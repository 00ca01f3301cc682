package riffle.cli;

import static org.junit.jupiter.api.Assertions.assertEquals;
import static org.junit.jupiter.api.Assertions.assertFalse;
import static org.junit.jupiter.api.Assertions.assertTrue;

import com.fasterxml.jackson.databind.JsonNode;
import java.nio.charset.StandardCharsets;
import java.nio.file.Files;
import java.nio.file.Path;
import org.junit.jupiter.api.BeforeAll;
import org.junit.jupiter.api.Test;
import org.junit.jupiter.api.io.TempDir;

/** {@code riffle quotes}, {@code riffle board} and the board's export, on the coded pilot. */
class QuotesCommandTest {
  @TempDir static Path dir;
  static String project;

  @BeforeAll
  static void importPilot() {
    project = dir.resolve("pilot.riffle").toString();
    CliTest.Run run =
        CliTest.riffle(
            "import",
            "--project",
            project,
            "--file",
            "sample-responses/precoded-pilot.tsv",
            "--wave",
            "Pilot");
    assertEquals(0, run.code(), run.err());
    run =
        CliTest.riffle(
            "codes", "load", "--project", project, "--file", "sample-responses/codebook.csv");
    assertEquals(0, run.code(), run.err());
  }

  @Test
  void quotesArePinnedAnnotatedExportedAndUndone() throws Exception {
    JsonNode quotes = CliTest.ok("quotes", "--project", project, "--json").json().get("quotes");
    assertTrue(quotes.size() > 10, quotes.toString());
    JsonNode headline = null;
    JsonNode objection = null;
    for (JsonNode q : quotes) {
      for (String key : new String[] {"code", "respondent", "question", "text", "score", "slot"}) {
        assertTrue(q.has(key), key + " in " + q);
      }
      if (headline == null && q.get("slot").asText().equals("headline")) {
        headline = q;
      }
      if (objection == null && q.get("slot").asText().equals("objection")) {
        objection = q;
      }
    }
    assertTrue(headline != null && objection != null, quotes.toString());
    assertTrue(
        CliTest.ok("quotes", "--project", project)
            .out()
            .startsWith("Quotes come from survey answers"),
        "the consent notice comes first");

    CliTest.ok(
        "board",
        "pin",
        "--project",
        project,
        "--slot",
        "headline",
        "--answer",
        headline.get("answer_id").asText(),
        "--text",
        headline.get("text").asText(),
        "--code",
        headline.get("code").asText(),
        "--coder",
        "ana");
    CliTest.ok(
        "board",
        "pin",
        "--project",
        project,
        "--slot",
        "objection",
        "--answer",
        objection.get("answer_id").asText(),
        "--text",
        objection.get("text").asText(),
        "--coder",
        "ana");
    CliTest.ok(
        "board",
        "line",
        "--project",
        project,
        "--slot",
        "headline",
        "--number",
        "1",
        "--text",
        "Our working headline",
        "--coder",
        "ana");
    JsonNode board = CliTest.ok("board", "--project", project, "--json").json();
    JsonNode pinned = board.get("slots").get(0).get("items").get(0);
    assertEquals(headline.get("text").asText(), pinned.get("text").asText());
    assertEquals("Our working headline", pinned.get("working_line").asText());

    Path md = dir.resolve("board.md");
    CliTest.ok(
        "export",
        "--project",
        project,
        "--what",
        "quotes",
        "--format",
        "md",
        "--out",
        md.toString());
    String text = Files.readString(md, StandardCharsets.UTF_8);
    assertTrue(text.contains("consent"), text);
    assertTrue(text.contains(headline.get("answer_id").asText()), text);

    CliTest.Run bad =
        CliTest.riffle(
            "board",
            "pin",
            "--project",
            project,
            "--slot",
            "proof",
            "--answer",
            headline.get("answer_id").asText(),
            "--text",
            "words nobody wrote");
    assertEquals(2, bad.code());
    assertTrue(bad.err().contains("own words as written"), bad.err());

    CliTest.ok("undo", "--project", project, "--coder", "ana");
    CliTest.ok("undo", "--project", project, "--coder", "ana");
    JsonNode after = CliTest.ok("board", "--project", project, "--json").json();
    assertEquals(1, after.get("slots").get(0).get("items").size());
    assertFalse(
        after.get("slots").get(0).get("items").get(0).has("working_line")
            && !after.get("slots").get(0).get("items").get(0).get("working_line").isNull());
    assertEquals(0, after.get("slots").get(3).get("items").size(), "the objection pin undone");

    CliTest.ok(
        "board",
        "move",
        "--project",
        project,
        "--slot",
        "headline",
        "--number",
        "1",
        "--to",
        "benefit",
        "--place",
        "1",
        "--coder",
        "ana");
    JsonNode moved = CliTest.ok("board", "--project", project, "--json").json();
    assertEquals(0, moved.get("slots").get(0).get("items").size(), "gone from the headlines");
    assertEquals(1, moved.get("slots").get(2).get("items").size(), "now a benefit line");
    CliTest.ok(
        "board",
        "unpin",
        "--project",
        project,
        "--slot",
        "benefit",
        "--number",
        "1",
        "--coder",
        "ana");
    JsonNode unpinned = CliTest.ok("board", "--project", project, "--json").json();
    assertEquals(0, unpinned.get("slots").get(2).get("items").size(), "unpinned");
  }
}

------------------------

**TASK REQUIREMENTS:**
Every line from the start of the listing through the line with "static String project;" should be reproduced exactly, and no other line.

**RESULT OF THIS EXERCISE:**
repository 00ca01f3301cc682
package riffle.cli;

import static org.junit.jupiter.api.Assertions.assertEquals;
import static org.junit.jupiter.api.Assertions.assertFalse;
import static org.junit.jupiter.api.Assertions.assertTrue;

import com.fasterxml.jackson.databind.JsonNode;
import java.nio.charset.StandardCharsets;
import java.nio.file.Files;
import java.nio.file.Path;
import org.junit.jupiter.api.BeforeAll;
import org.junit.jupiter.api.Test;
import org.junit.jupiter.api.io.TempDir;

/** {@code riffle quotes}, {@code riffle board} and the board's export, on the coded pilot. */
class QuotesCommandTest {
  @TempDir static Path dir;
  static String project;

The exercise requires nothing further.